The span to repeat in the listing below runs from the line containing "four wheels are" to the line containing "pub sin_steer: [f64;", inclusive. Repeat it exactly, and only it.

DATA Start Marker

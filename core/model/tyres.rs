//! Stage 5, tyres: the velocity of each contact patch in wheel axes and the
//! tyre forces from the relaxed slips, the wheel loads and the camber. The
//! four wheels are held side by side in arrays (one entry per wheel, FL, FR,
//! RL, RR) and their tyre forces are evaluated together in vector lanes
//! ([`TyreLanes`]).

use super::prepared::WheelConstants;
use super::state::{SLIP_ANGLE, SLIP_RATIO, State, VX, VY, YAW_RATE};
use super::steering::SteerAngles;
use crate::tyre::TyreLanes;

/// Contact-patch kinematics and tyre forces of the four wheels.
#[derive(Debug, Clone, Copy, Default, PartialEq)]
pub struct ContactPatches {
    /// sin of each road-wheel steer angle, 1.
    pub sin_steer: [f64; 4],
    /// cos of each road-wheel steer angle, 1.
    pub cos_steer: [f64; 4],
    /// Longitudinal contact-patch speed in wheel axes Vcx, m/s.
    pub vcx: [f64; 4],
    /// Lateral contact-patch speed in wheel axes Vcy, m/s.
    pub vcy: [f64; 4],
    /// Longitudinal tyre force in wheel axes, N.
    pub fx: [f64; 4],
    /// Lateral tyre force in wheel axes, N.
    pub fy: [f64; 4],
}

/// Contact-patch velocities and tyre forces.
///
/// Contact-patch velocity: body velocity plus r × position, rotated into
/// wheel axes by the steer angle (rigid-body kinematics; Milliken & Milliken,
/// *Race Car Vehicle Dynamics*, ch. 5). Forces from the Magic Formula with
/// the relaxed slips κ′, tan α′ of the state ([`crate::tyre`]; the four
/// wheels together, [`TyreLanes::forces`], which equals the scalar
/// [`TyreModel::combined_tan`](crate::tyre::TyreModel::combined_tan) to
/// rounding); the left wheel's static camber as given, the right wheel's
/// mirrored (tyre axes, folded into the lanes).
#[inline(always)]
pub fn contact_patches(
    tyres: &TyreLanes,
    wheels: &WheelConstants,
    steer: &SteerAngles,
    fz: &[f64; 4],
    x: &State,
) -> ContactPatches {
    let (vx, vy, r) = (x[VX], x[VY], x[YAW_RATE]);
    let mut p = ContactPatches {
        sin_steer: steer.sin,
        cos_steer: steer.cos,
        ..ContactPatches::default()
    };
    for i in 0..4 {
        // Contact-patch velocity: body velocity plus r × position, rotated into wheel axes.
        let (bx, by) = (vx - r * wheels.py[i], vy + r * wheels.px[i]);
        let (sin_d, cos_d) = (steer.sin[i], steer.cos[i]);
        p.vcx[i] = bx * cos_d + by * sin_d;
        p.vcy[i] = -bx * sin_d + by * cos_d;
    }
    let kappa: [f64; 4] = std::array::from_fn(|i| x[SLIP_RATIO + i]);
    let tan_alpha: [f64; 4] = std::array::from_fn(|i| x[SLIP_ANGLE + i]);
    (p.fx, p.fy) = tyres.forces(&kappa, &tan_alpha, fz);
    p
}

DATA End Marker

== ANSWER SECTION ==
//! four wheels are held side by side in arrays (one entry per wheel, FL, FR,
//! RL, RR) and their tyre forces are evaluated together in vector lanes
//! ([`TyreLanes`]).

use super::prepared::WheelConstants;
use super::state::{SLIP_ANGLE, SLIP_RATIO, State, VX, VY, YAW_RATE};
use super::steering::SteerAngles;
use crate::tyre::TyreLanes;

/// Contact-patch kinematics and tyre forces of the four wheels.
#[derive(Debug, Clone, Copy, Default, PartialEq)]
pub struct ContactPatches {
    /// sin of each road-wheel steer angle, 1.
    pub sin_steer: [f64; 4],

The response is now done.